1. About Uma

Uma da Cunha obtained her Masters Degree in English Literature in Delhi University – and taught the subject for a year at Miranda House. She then won a scholarship for higher studies at Richmond University, Virginia, USA. This was followed by a training course in advertising copy-writing in Lintas, London. On her return to India, she worked as senior manager in the copywriting departments of leading advertising agencies (Grants, Lintas, MCM) for over ten years. All along, her interest in films and the film society movement was a driving force. Over this period she was Hon. Sec. with Anandam Film Society and she initiated Dristhi, the film society in Bombay that promoted Indian art cinema. Much later da Cunha also served briefly as President, Maharashtra Region of the Federation of Film Societies.

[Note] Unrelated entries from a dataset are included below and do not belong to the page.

import { BufferAttribute, BufferGeometry, DoubleSide, Mesh, MeshBasicMaterial, Raycaster, Vector3 } from 'three';
import { describe, expect, it } from 'vitest';
import type { TriangleMesh } from '@/lib/field';
import { gridPlane, icosphere, latitudeRingVertices, torus, uvSphere } from '@/tests/fixtures/shapes';
import { prepareGroomSurface } from '@/lib/groom/place/surface';
import { solveGroomField } from '@/lib/groom/place/request';
import { parseGroomSpec } from '@/lib/groom/spec/spec';
import { createTracer, STOP } from '@/lib/groom/grow/trace';
import { groomOn } from './support';

/**
 * Inside test independent of lib/groom's skin index: the parity of the crossings of a ray with
 * three.js's own (brute-force) mesh ray caster — a point inside a closed surface sees an odd count.
 */
function insideCounter(mesh: TriangleMesh) {
  const geometry = new BufferGeometry();
  geometry.setAttribute('position', new BufferAttribute(Float32Array.from(mesh.positions), 3));
  geometry.setIndex(new BufferAttribute(Uint32Array.from(mesh.triangles), 1));
  const object = new Mesh(geometry, new MeshBasicMaterial({ side: DoubleSide }));
  const raycaster = new Raycaster();
  const direction = new Vector3(0.31, 0.87, 0.38).normalize();
  return (x: number, y: number, z: number) => {
    raycaster.set(new Vector3(x, y, z), direction);
    return raycaster.intersectObject(object, false).length % 2 === 1;
  };
}

function firstSegmentAngles(result: ReturnType<typeof groomOn>): number[] {
  const { guides, surface, solved } = result;
  const n = guides.pointsPerGuide;
  const normal = surface.field.frames.normal;
  const angles: number[] = [];
  for (let g = 0; g < guides.count; g++) {
    const f = guides.rootFace[g];
    const q = 3 * g * n;
    const d = [0, 1, 2].map((k) => guides.points[q + 3 + k] - guides.points[q + k]);
    const nf = [0, 1, 2].map((k) => normal[3 * f + k]);
    const along = d[0] * nf[0] + d[1] * nf[1] + d[2] * nf[2];
    const t = d.map((x, k) => x - along * nf[k]);
    const field = [0, 1, 2].map((k) => solved.field.faceDirection[3 * f + k]);
    const cos = (t[0] * field[0] + t[1] * field[1] + t[2] * field[2]) / Math.hypot(t[0], t[1], t[2]);
    angles.push((Math.acos(Math.min(1, cos)) * 180) / Math.PI);
  }
  return angles;
}

describe('tracing', () => {
  it('crosses edges exactly: on a flat sheet with a constant field the streamline is the straight line', () => {
    const mesh = gridPlane(20, 20, 2, 2);
    const spec = parseGroomSpec({ specVersion: 2, units: 'cm', upAxis: 'z', field: { referenceDirection: [1, 0.3, 0] } });
    const surface = prepareGroomSurface(mesh);
    const solved = solveGroomField(spec, surface);
    const tracer = createTracer(surface.field, solved.field, new Uint8Array(mesh.positions.length / 3), solved.connection.cutEdge);
    const direction = [1, 0.3, 0].map((x) => x / Math.hypot(1, 0.3));
    const start = [-0.83, -0.52, 0];
    const query = new Float64Array(8);
    expect(surface.skin.closest(start[0], start[1], start[2], 1, query)).toBe(true);
    const targets = Float64Array.from({ length: 12 }, (_, i) => 0.1 * (i + 1));
    const out = new Float64Array(3 * 12);
    const faces = new Uint32Array(12);
    const reached = tracer.trace(query[7], start[0], start[1], start[2], targets, 12, out, faces, 0);
    expect(reached).toBe(12);
    for (let i = 0; i < 12; i++) {
      for (let k = 0; k < 3; k++) expect(out[3 * i + k]).toBeCloseTo(start[k] + targets[i] * direction[k], 12);
    }
    // A long one runs into the free boundary and says so.
    const far = tracer.trace(query[7], start[0], start[1], start[2], Float64Array.of(10), 1, out, faces, 0);
    expect(far).toBe(0);
    expect(tracer.end.reason).toBe(STOP.boundary);
    expect(tracer.end.x).toBeCloseTo(1, 12);
  });

  it('stops at a singularity: streamlines into an inflow whorl end next to it', () => {
    const mesh = icosphere(4, 1);
    const spec = parseGroomSpec({
      specVersion: 2,
      units: 'cm',
      field: { singularities: [{ point: [0, 1, 0], index: 1, twist: 180 }, { point: [0, -1, 0], index: 1 }] },
    });
    const surface = prepareGroomSurface(mesh);
    const solved = solveGroomField(spec, surface);
    const singular = new Uint8Array(mesh.positions.length / 3);
    let sink = -1;
    solved.connection.requestedIndex.forEach((x, v) => {
      if (x !== 0) singular[v] = 1;
      if (x !== 0 && mesh.positions[3 * v + 1] > 0) sink = v;
    });
    const tracer = createTracer(surface.field, solved.field, singular, solved.connection.cutEdge);
    const query = new Float64Array(8);
    const edge = 0.08;
    let stopped = 0;
    for (const [x, y, z] of [[0.5, 0.8, 0.2], [-0.4, 0.85, -0.3], [0.1, 0.6, 0.75], [-0.7, 0.7, 0.1]]) {
      const l = Math.hypot(x, y, z);
      surface.skin.closest(x / l, y / l, z / l, 1, query);
      const reached = tracer.trace(query[7], query[0], query[1], query[2], Float64Array.of(5), 1, new Float64Array(3), new Uint32Array(1), 0);
      expect(reached).toBe(0);
      expect([STOP.singularity, STOP.converged]).toContain(tracer.end.reason);
      const d = Math.hypot(tracer.end.x - mesh.positions[3 * sink], tracer.end.y - mesh.positions[3 * sink + 1], tracer.end.z - mesh.positions[3 * sink + 2]);
      expect(d).toBeLessThan(2.5 * edge);
      stopped++;
    }
    expect(stopped).toBe(4);
  });
});

describe('guides', () => {
  const sphereSpec = {
    specVersion: 2 as const,
    units: 'cm' as const,
    field: { singularities: [{ point: [0, 1, 0] as [number, number, number], index: 1, twist: 30 }, { point: [0, -1, 0] as [number, number, number], index: 1, twist: 150, handedness: 'clockwise' as const }] },
    guides: { density: 60, length: 0.4, lift: 25, droop: 0.5, curl: { amplitude: 0.02, wavelength: 0.15 }, jitter: 0.5 },
  };

  it('leave every root along the field: the first segment’s tangent part is within 1° of the field there', () => {
    const result = groomOn(icosphere(4, 1), sphereSpec);
    expect(result.guides.count).toBe(Math.round(60 * result.areaSquareCm));
    const angles = firstSegmentAngles(result);
    expect(Math.max(...angles)).toBeLessThan(1);
    for (const x of result.guides.points) expect(Number.isFinite(x)).toBe(true);
  });

  it('never put a point inside the surface, even where droop pulls them into it', () => {
    // A ring whose guides hang straight down: many fall against the tube and the inner hole.
    const mesh = torus(1, 0.35, 48, 24);
    const result = groomOn(mesh, {
      specVersion: 2,
      units: 'cm',
      upAxis: 'z',
      field: {},
      guides: { density: 40, length: 0.8, lift: 0, droop: 1, jitter: 1, curl: { amplitude: 0.05, wavelength: 0.2 } },
    });
    expect(result.pushedOut).toBeGreaterThan(0);
    const inside = insideCounter(mesh);
    const { guides } = result;
    let checked = 0;
    for (let g = 0; g < guides.count; g += 3) {
      for (let i = 1; i < guides.pointsPerGuide; i++) {
        const q = 3 * (g * guides.pointsPerGuide + i);
        expect(inside(guides.points[q], guides.points[q + 1], guides.points[q + 2])).toBe(false);
        checked++;
      }
    }
    expect(checked).toBeGreaterThan(1000);
    expect(Math.max(...firstSegmentAngles(result))).toBeLessThan(1);
  });

  it('are identical for the same spec on the same surface', () => {
    const a = groomOn(icosphere(3, 1), sphereSpec).guides;
    const b = groomOn(icosphere(3, 1), sphereSpec).guides;
    expect(b.count).toBe(a.count);
    expect(Buffer.from(b.points.buffer).equals(Buffer.from(a.points.buffer))).toBe(true);
    const c = groomOn(icosphere(3, 1), { ...sphereSpec, guides: { ...sphereSpec.guides, seed: 2 } }).guides;
    expect(Buffer.from(c.points.buffer).equals(Buffer.from(a.points.buffer))).toBe(false);
  });

  it('vary with pins: a length pin makes guides longer near it', () => {
    const result = groomOn(icosphere(4, 1), { ...sphereSpec, guides: { ...sphereSpec.guides, jitter: 0, curl: { amplitude: 0 } }, pins: [{ attribute: 'length', point: [1, 0, 0], value: 2 }, { attribute: 'length', point: [-1, 0, 0], value: 0.5 }] });
    const { guides } = result;
    const n = guides.pointsPerGuide;
    let near = 0, nearCount = 0, far = 0, farCount = 0;
    for (let g = 0; g < guides.count; g++) {
      const x = guides.points[3 * g * n];
      if (x > 0.9) { near += guides.length[g]; nearCount++; }
      if (x < -0.9) { far += guides.length[g]; farCount++; }
    }
    // Pins blend by inverse squared distance along the surface, so within a tenth of the sphere
    // of each pin its own value dominates: the contrast must be clearly there.
    expect(near / nearCount / (far / farCount)).toBeGreaterThan(1.3);
  });

  it('stop their skin path at partings and crests', () => {
    // A crest along a third of a circle of latitude (an edge loop of the UV sphere), which with
    // the whorl at the south pole balances the sphere's index budget of 2.
    const mesh = uvSphere(24, 48, 1);
    const ring = Array.from(latitudeRingVertices(24, 48, 5).vertices.slice(0, 17));
    const result = groomOn(mesh, {
      specVersion: 2,
      units: 'cm',
      upAxis: 'z',
      field: {
        singularities: [{ point: [0, 0, -1], index: 1 }],
        crests: [{ vertices: ring }],
      },
      guides: { density: 30, length: 1.5, lift: 0, droop: 0, jitter: 0 },
    });
    expect(result.guides.stop.some((s) => s === STOP.curve)).toBe(true);
  });
});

In 1974, she quit advertising to join the Directorate of Film Festivals, Government of India and worked there for three years, where she learnt at first hand the scope and functioning of organizing international film events. At the time there was an interest in opening a Bombay branch of DFF where da Cunha was given to understand she may be positioned. When this plan did not materialize, da Cunha quit this job as she wanted to be with her husband at their home in Bombay.

da Cunha then branched out on her own to pursue her interest in the area of film. Since the late 70s to the present day, da Cunha has worked on her own offering professional help in film and media. Over this period, her primary interests have specialised into three areas. One: programming of Indian cinema in film festivals that are held in India and abroad. Two: academic and journalistic writing on the subject of Indian cinema. Three: serving as a Casting Director mainly for films being made in English, mostly by directors who live outside of India.

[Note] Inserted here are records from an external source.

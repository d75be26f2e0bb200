// Starts what the app needs on this machine, on loopback: PostgreSQL, the S3 stand-in, the
// SMTP sink and the payments fake. The demo and the test run use separate ports and data
// directories (.data/demo, .data/test), so both can run at once.
import { createServer } from 'node:net';
import { join, resolve } from 'node:path';
import { rm } from 'node:fs/promises';
import knex from 'knex';
import {
  DEMO_PORTS,
  LOCAL_DATABASE,
  LOCAL_S3,
  LOCAL_STRIPE_SECRET_KEY,
  LOCAL_STRIPE_WEBHOOK_SECRET,
  TEST_PORTS,
  localServiceEnv,
  localWebhookUrl,
  type LocalPorts,
} from '../../lib/platform/local-services';
import { startS3StandIn } from '../../services/s3';
import { startSmtpSink } from '../../services/smtp-sink';
import { startPaymentsFake } from '../../services/payments-fake/index';
import { migrationConfig } from '../../db/migration-config';
import { CommandFailed, log, onShutdown, runCommand } from './processes';
import { preparePostgres } from './postgres';

export const projectRoot = join(import.meta.dirname, '..', '..');

export type StackProfile = {
  name: 'demo' | 'test';
  ports: LocalPorts;
  databaseName: string;
  dataDir: string;
  /** Throw the data away before starting (and after stopping). */
  throwaway: boolean;
};

const PORT_VARIABLES: Record<keyof LocalPorts, string> = {
  app: 'APP_PORT',
  postgres: 'PG_PORT',
  s3: 'S3_PORT',
  smtp: 'SMTP_SINK_PORT',
  mailSink: 'MAIL_SINK_PORT',
  payments: 'PAYMENTS_PORT',
};

/** Ports come from APP_PORT, PG_PORT, … for the demo and TEST_APP_PORT, TEST_PG_PORT, … for tests. */
function portsFromEnvironment(defaults: LocalPorts, prefix: string): LocalPorts {
  const ports = { ...defaults };
  for (const [key, variable] of Object.entries(PORT_VARIABLES) as [keyof LocalPorts, string][]) {
    const raw = process.env[prefix + variable];
    if (raw === undefined || raw === '') continue;
    const port = Number(raw);
    if (!Number.isInteger(port) || port < 1 || port > 65535) {
      throw new CommandFailed(`${prefix + variable}=${raw} is not a port number (1–65535).`);
    }
    ports[key] = port;
  }
  return ports;
}

export function demoProfile(): StackProfile {
  return {
    name: 'demo',
    ports: portsFromEnvironment(DEMO_PORTS, ''),
    databaseName: LOCAL_DATABASE.demoName,
    dataDir: join(projectRoot, '.data', 'demo'),
    throwaway: false,
  };
}

export function testProfile(): StackProfile {
  return {
    name: 'test',
    ports: portsFromEnvironment(TEST_PORTS, 'TEST_'),
    databaseName: LOCAL_DATABASE.testName,
    // TEST_DATA_DIR (with other TEST_* ports) lets two test stacks run side by side.
    dataDir: process.env.TEST_DATA_DIR ? resolve(process.env.TEST_DATA_DIR) : join(projectRoot, '.data', 'test'),
    throwaway: true,
  };
}

function portIsFree(port: number): Promise<boolean> {
  return new Promise((resolve) => {
    const probe = createServer();
    probe.once('error', () => resolve(false));
    probe.listen(port, '127.0.0.1', () => probe.close(() => resolve(true)));
  });
}

async function checkPortsFree(profile: StackProfile) {
  const prefix = profile.name === 'test' ? 'TEST_' : '';
  const busy: string[] = [];
  for (const [key, variable] of Object.entries(PORT_VARIABLES) as [keyof LocalPorts, string][]) {
    if (!(await portIsFree(profile.ports[key]))) busy.push(`${profile.ports[key]} (${prefix + variable})`);
  }
  if (busy.length > 0) {
    throw new CommandFailed(
      `These ports on 127.0.0.1 are already in use: ${busy.join(', ')}. ` +
        `Stop what holds them (another ${profile.name} run?) or choose other ports with those variables.`,
    );
  }
}

/** Environment for everything that talks to this stack: the app, migrations, tests. */
export function stackEnvironment(profile: StackProfile): NodeJS.ProcessEnv {
  return {
    ...process.env,
    ...localServiceEnv(profile.ports, profile.databaseName),
    NEXT_TELEMETRY_DISABLED: '1',
    AWS_SDK_JS_NODE_VERSION_SUPPORT_WARNING_DISABLED: 'true',
  };
}

/** Starts every service of the profile; each one is stopped by shutdown(). */
export async function startStack(profile: StackProfile) {
  await checkPortsFree(profile);
  const { ports } = profile;

  log(`starting PostgreSQL on 127.0.0.1:${ports.postgres}`);
  const postgres = await preparePostgres({
    dataDir: join(profile.dataDir, 'postgres'),
    port: ports.postgres,
    user: LOCAL_DATABASE.user,
    password: LOCAL_DATABASE.password,
    database: profile.databaseName,
  });
  // Registered before starting, so an interruption during start-up still stops the server.
  onShutdown('PostgreSQL', async () => {
    await postgres.stop();
    if (profile.throwaway) await rm(postgres.dataDir, { recursive: true, force: true });
  });
  await postgres.start({ fresh: profile.throwaway });

  const s3Directory = join(profile.dataDir, 's3');
  if (profile.throwaway) await rm(s3Directory, { recursive: true, force: true });
  const s3 = await startS3StandIn({ port: ports.s3, directory: s3Directory, bucket: LOCAL_S3.bucket });
  onShutdown('the S3 stand-in', async () => {
    await s3.close();
    if (profile.throwaway) await rm(s3Directory, { recursive: true, force: true });
  });

  const sink = await startSmtpSink({ smtpPort: ports.smtp, httpPort: ports.mailSink });
  onShutdown('the SMTP sink', sink.close);

  const paymentsDirectory = join(profile.dataDir, 'payments');
  if (profile.throwaway) await rm(paymentsDirectory, { recursive: true, force: true });
  const paymentsFake = await startPaymentsFake({
    port: ports.payments,
    secretKey: LOCAL_STRIPE_SECRET_KEY,
    webhookUrl: localWebhookUrl(ports),
    webhookSecret: LOCAL_STRIPE_WEBHOOK_SECRET,
    // Kept across restarts (the demo's payouts need the balance of its earlier sales).
    dataDir: paymentsDirectory,
  });
  onShutdown('the payments fake', async () => {
    await paymentsFake.close();
    if (profile.throwaway) await rm(paymentsDirectory, { recursive: true, force: true });
  });

  log(
    `services up: S3 ${s3.endpoint} (bucket ${LOCAL_S3.bucket}), SMTP 127.0.0.1:${ports.smtp} ` +
      `(caught mail: ${sink.url}/messages), payments ${paymentsFake.url}`,
  );
}

/** Brings the schema up to date and loads the demo scenario (the seeds are idempotent). */
export async function migrateAndSeed(profile: StackProfile) {
  const environment = stackEnvironment(profile);
  const connection = knex(migrationConfig(environment.DATABASE_URL!));
  try {
    const [, applied] = await connection.migrate.latest();
    log(applied.length > 0 ? `applied migrations: ${applied.join(', ')}` : 'database schema is up to date');
  } finally {
    await connection.destroy();
  }
  // Seeds run in a process of their own with this stack's environment: the studio's seed uploads
  // the demo surfaces through lib/platform/storage, whose configuration (lib/platform/env.ts) this process has
  // already read with the demo's defaults.
  const knexCli = join(projectRoot, 'node_modules', 'knex', 'bin', 'cli.js');
  await runCommand(process.execPath, ['--import', 'tsx', knexCli, 'seed:run'], { cwd: projectRoot, env: environment });
  log('demo scenario seeded');
}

Uma da Cunha is the India representative of the Toronto International Film Festival since mid 1990s. In 1994, da Cunha curated Toronto’s tribute to new Indian cinema which was called “India-Now!”. She was the India representative for the Locarno International Film Festival (from 2000 to 2005). and in 2002, she curated Locarno’s highly appreciated section “Indian Summer”, which presented a 30-film over-view of new Indian cinema. Uma is also the programmer for the Dubai International Film Festival inaugurated in December 2004 as well as the UN festival for Desertification held in Rome in December 2006.

In addition she helps the New York Film Festival with their India-related focus – such as their Tributes to Ritwik Ghatak, Shabana Azmi, and in 2005 a tribute to Amitabh Bachchan.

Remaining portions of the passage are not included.